▶ [What needs to be done]:
Could you reproduce the lines below from the one with "The tables of" through the one with "format_si(value, &record.unit)"? Keep both ends and add nothing.

▶ [Data to process]:
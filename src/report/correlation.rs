//! The tables of the correlation with bench data, shared by `summary.md`, `report.md` and
//! `report.html`: the fitted parameters with their standard errors, the correlation matrix
//! of each fit, and the residuals (model − bench) per model stage and metric, worst and rms.

use super::table::{Cell, Table};
use super::{FitRecord, FitSummaryRecord, Report};
use crate::units::format_si;

/// A fitted quantity in words: a percentage for mismatch fractions, SI-prefixed otherwise.
fn quantity(record: &FitRecord, value: f64) -> String {
    if record.parameter.starts_with("mismatch.") {
        format!("{:.4} %", 100.0 * value)
    } else if record.unit.is_empty() {
        format!("{value:.4}")
    } else {
        format_si(value, &record.unit)
    }
}

/// One row per fitted parameter: plan value, fitted value, standard error, bounds.
pub fn fit_table(report: &Report) -> Table {
    let mut table = Table::new([
        ("stage", false),
        ("parameter", false),
        ("start", true),
        ("fitted", true),
        ("std. error", true),
        ("bounds", false),
        ("note", false),
    ]);
    for record in &report.fit {
        let mut notes = Vec::new();
        if record.at_bound {
            notes.push("at a bound");
        }
        if record.standard_error.is_none() {
            notes.push("no effect");
        } else if !record.constrained {
            notes.push("hardly constrained");
        }
        table.push(vec![
            record.stage.as_str().into(),
            record.parameter.as_str().into(),
            quantity(record, record.start).into(),
            quantity(record, record.value).into(),
            record
                .standard_error
                .map_or_else(|| "—".into(), |se| quantity(record, se))
                .into(),
            format!(
                "{} to {}",
                quantity(record, record.from),
                quantity(record, record.to)
            )
            .into(),
            if notes.is_empty() {
                Cell::from("")
            } else {
                Cell::fail(notes.join(", "))
            },
        ]);
    }
    table
}

/// How each fit went: values fitted, rms before and after, residual scale, convergence.
pub fn fit_quality_table(report: &Report) -> Table {
    let mut table = Table::new([
        ("stage", false),
        ("fitted stage", false),
        ("metrics", false),
        ("values", true),
        ("weighted rms before", true),
        ("weighted rms after", true),
        ("evaluations", true),
        ("optimiser", false),
    ]);
    for s in &report.fit_summary {
        table.push(vec![
            s.stage.as_str().into(),
            s.fitted_stage.as_str().into(),
            s.metrics.join(", ").into(),
            s.residual_count.to_string().into(),
            format!("{:.3}", s.rms_before).into(),
            format!("{:.3}", s.rms_after).into(),
            s.evaluations.to_string().into(),
            Cell::verdict(s.converged, &s.termination, &s.termination),
        ]);
    }
    table
}

/// The correlation matrix of one fit.
pub fn correlation_table(summary: &FitSummaryRecord) -> Table {
    let mut columns: Vec<(&str, bool)> = vec![("", false)];
    columns.extend(summary.parameters.iter().map(|p| (p.as_str(), true)));
    let mut table = Table::new(columns);
    for (name, row) in summary.parameters.iter().zip(&summary.correlation) {
        let mut cells: Vec<Cell> = vec![name.as_str().into()];
        cells.extend(
            row.iter()
                .map(|c| c.map_or_else(|| "—".into(), |c| format!("{c:+.3}")).into()),
        );
        table.push(cells);
    }
    table
}

/// Model − bench per model stage and metric: values compared, rms, worst (with its row).
pub fn residual_table(report: &Report) -> Table {
    let mut table = Table::new([
        ("model stage", false),
        ("metric", false),
        ("fitted", false),
        ("values", true),
        ("rms", true),
        ("worst", true),
        ("worst at row", true),
        ("unit", false),
    ]);
    for s in &report.residual_summary {
        let number = |v: Option<f64>| v.map_or_else(|| "—".into(), |v| format!("{v:+.3}"));
        let mut values = s.points.to_string();
        if s.below_floor > 0 {
            values.push_str(&format!(" ({} below the floor)", s.below_floor));
        }
        table.push(vec![
            s.stage.as_str().into(),
            s.metric.as_str().into(),
            if s.in_fit { "yes" } else { "no" }.into(),
            values.into(),
            s.rms
                .map_or_else(|| "—".into(), |v| format!("{v:.3}"))
                .into(),
            number(s.worst).into(),
            s.worst_row
                .map_or_else(|| "—".into(), |r| r.to_string())
                .into(),
            s.unit.as_str().into(),
        ]);
    }
    table
}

▶ [Reply]:
//! The tables of the correlation with bench data, shared by `summary.md`, `report.md` and
//! `report.html`: the fitted parameters with their standard errors, the correlation matrix
//! of each fit, and the residuals (model − bench) per model stage and metric, worst and rms.

use super::table::{Cell, Table};
use super::{FitRecord, FitSummaryRecord, Report};
use crate::units::format_si;

/// A fitted quantity in words: a percentage for mismatch fractions, SI-prefixed otherwise.
fn quantity(record: &FitRecord, value: f64) -> String {
    if record.parameter.starts_with("mismatch.") {
        format!("{:.4} %", 100.0 * value)
    } else if record.unit.is_empty() {
        format!("{value:.4}")
    } else {
        format_si(value, &record.unit)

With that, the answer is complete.